# Compak k8 Fresh - Burr replacement & Other Parts



## Planter (Apr 12, 2017)

Hi all, quick query. Where is best place to source original burrs or cost effective aftermarket burrs?

im also looking to try and source a lower portafilter holder as my current one is a little misshaped?

where is the best place to source these parts.

Im really struggling to find information to help with changing things like burrs or even videos as most show the k10 fresh with conics and not k8 Fresh.

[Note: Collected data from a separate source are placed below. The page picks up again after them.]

import { ComputeError } from '@/shared/compute/errors'
import type { MassGroup } from './massGroup.types'

/**
 * Refuses areas, factors and errors that cannot be.
 *
 * @throws {ComputeError} `negative-area`, `parameter-out-of-range`, `length-mismatch`
 * @example
 * requireMassGroup({ factors: [], areasM2: [100], areaCv: 0 }) // => undefined
 */
export function requireMassGroup({ factors, areasM2, areaCv, betweenBuildingsCv = 0 }: MassGroup): void {
  if (!(betweenBuildingsCv >= 0)) throw new ComputeError('parameter-out-of-range', { betweenBuildingsCv })
  for (const { factorId, meanKgPerM2, sharedCv } of factors) {
    if (!(meanKgPerM2 >= 0 && sharedCv >= 0))
      throw new ComputeError('parameter-out-of-range', { factorId, meanKgPerM2, sharedCv })
  }
  if (typeof areaCv !== 'number' && areaCv.length !== areasM2.length)
    throw new ComputeError('length-mismatch', { areas: areasM2.length, cvs: areaCv.length })
  for (let i = 0; i < areasM2.length; i++) {
    const [areaM2, cv] = [areasM2[i]!, typeof areaCv === 'number' ? areaCv : areaCv[i]!]
    if (!(areaM2 >= 0 && cv >= 0)) throw new ComputeError('negative-area', { areaM2, cv })
  }
}
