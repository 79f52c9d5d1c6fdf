import { useCallback, useMemo } from 'react'
import { MapLegend } from '@/components/map/MapLegend'
import { OutlineMap } from '@/components/map/OutlineMap'
import type { MapOutline, OutlinePaint } from '@/components/map/OutlineMap.types'
import { quantileBreaks, rampColour } from '@/components/map/ramp'
import { useMessages } from '@/components/ui/MessagesProvider'
import { useTheme } from '@/components/ui/theme/ThemeProvider'
import type { Material } from '@/shared/compute/factors/vocabulary'
import { formatCount, formatRange } from '@/shared/format'
import type { RunBuilding } from '@/shared/schemas/run'
import { buildingMeasure, formatMeasure, type Measure } from './buildingMeasure'
import { legendSteps } from './legendSteps'

interface DistrictMapProps {
  readonly districtName: string
  readonly outlines: readonly MapOutline[]
  readonly buildings: readonly RunBuilding[]
  readonly measure: Measure
  readonly material: Material | 'all'
  readonly selectedOutlineId: string | null
  readonly onPress: (outlineId: string) => void
  /** Fills its place when left out. */
  readonly heightPx?: number
}

/** The outlines of a district, each painted by a figure of its building; what is not computed stays pale. */
export function DistrictMap(props: DistrictMapProps) {
  const { districtName, outlines, buildings, measure, material, selectedOutlineId, onPress } = props
  const messages = useMessages()
  const { t, locale } = messages
  const { colours } = useTheme()
  const values = useMemo(() => {
    const found = new Map<string, number>()
    for (const building of buildings) {
      const value = buildingMeasure(building, measure, material)
      if (building.outlineId !== null && value !== null && Number.isFinite(value)) found.set(building.outlineId, value)
    }
    return found
  }, [buildings, measure, material])
  const breaks = useMemo(() => quantileBreaks([...values.values()]), [values])
  const paint = useCallback(
    (id: string): OutlinePaint => {
      const value = values.get(id)
      return value === undefined ? { fill: colours.panel, opacity: 0.6 } : { fill: rampColour(value, breaks) }
    },
    [values, breaks, colours],
  )
  const selectedIds = useMemo(() => (selectedOutlineId === null ? [] : [selectedOutlineId]), [selectedOutlineId])
  const restCount = outlines.filter(({ id }) => !values.has(id)).length
  const write = (value: number): string => formatMeasure(value, measure, messages)
  const steps = legendSteps([...values.values()], breaks)
  const isMass = measure === 'perFootprint' || measure === 'standing' || measure === 'expectedTenYears'
  const measureText = t(`district.measures.${measure}`)
  return (
    <OutlineMap
      label={t('district.mapLabel', { district: districtName, measure: measureText })}
      outlines={outlines}
      paint={paint}
      selectedIds={selectedIds}
      onPress={onPress}
      heightPx={props.heightPx}
      fitKey={outlines.length === 0 ? 'none' : districtName}
      overlay={
        <MapLegend
          title={
            isMass
              ? t('district.legendTitle', {
                  measure: measureText,
                  material: material === 'all' ? t('district.allMaterials') : t(`vocabulary.material.${material}`),
                })
              : measureText
          }
          entries={[
            ...steps.map(({ low, high, count }) => ({
              key: String(low),
              label: t('district.legendEntry', {
                range: formatRange(low, high, write),
                count: formatCount(count, locale),
              }),
              colour: rampColour(low, breaks),
            })),
            ...(restCount === 0
              ? []
              : [
                  {
                    key: 'rest',
                    label: t('district.notComputed', { count: restCount }),
                    colour: colours.panel,
                  },
                ]),
          ]}
          note={t('district.legendNote')}
        />
      }
    />
  )
}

Any help or links are appreciated.

Machine was first used in 2013 if that helps with model spec, I believe it's the original incarnation of the k8 fresh.

Regarda

Nick


----------



## jerbla (Nov 13, 2017)

I am sure you've looked but is this the item? https://www.bellabarista.co.uk/compak-83mm-red-burr-set.html, I am basing that on this http://www.compak.es/en/k8-silenzio.php? and this https://www.coffeetec.com/Compak_OnDemand_K_8_Grinder_p/20-compak-fresh-k8.htm

If BB can't supply I am sure they can point you in the right direction.

Sorry I can't be more specific, I have no experience just using the resources I have found helpful so far.


----------



## Planter (Apr 12, 2017)

Thanks for this @jerbla. I have contacted BB and am awaiting their reply as they said they will email Compak direct.

I had seen the redspeed ones but only wanted an original burrset, this is a second grinder and used rarely so didnt want the cost in all honesty.

Thanks again for the help. Appreciated.


----------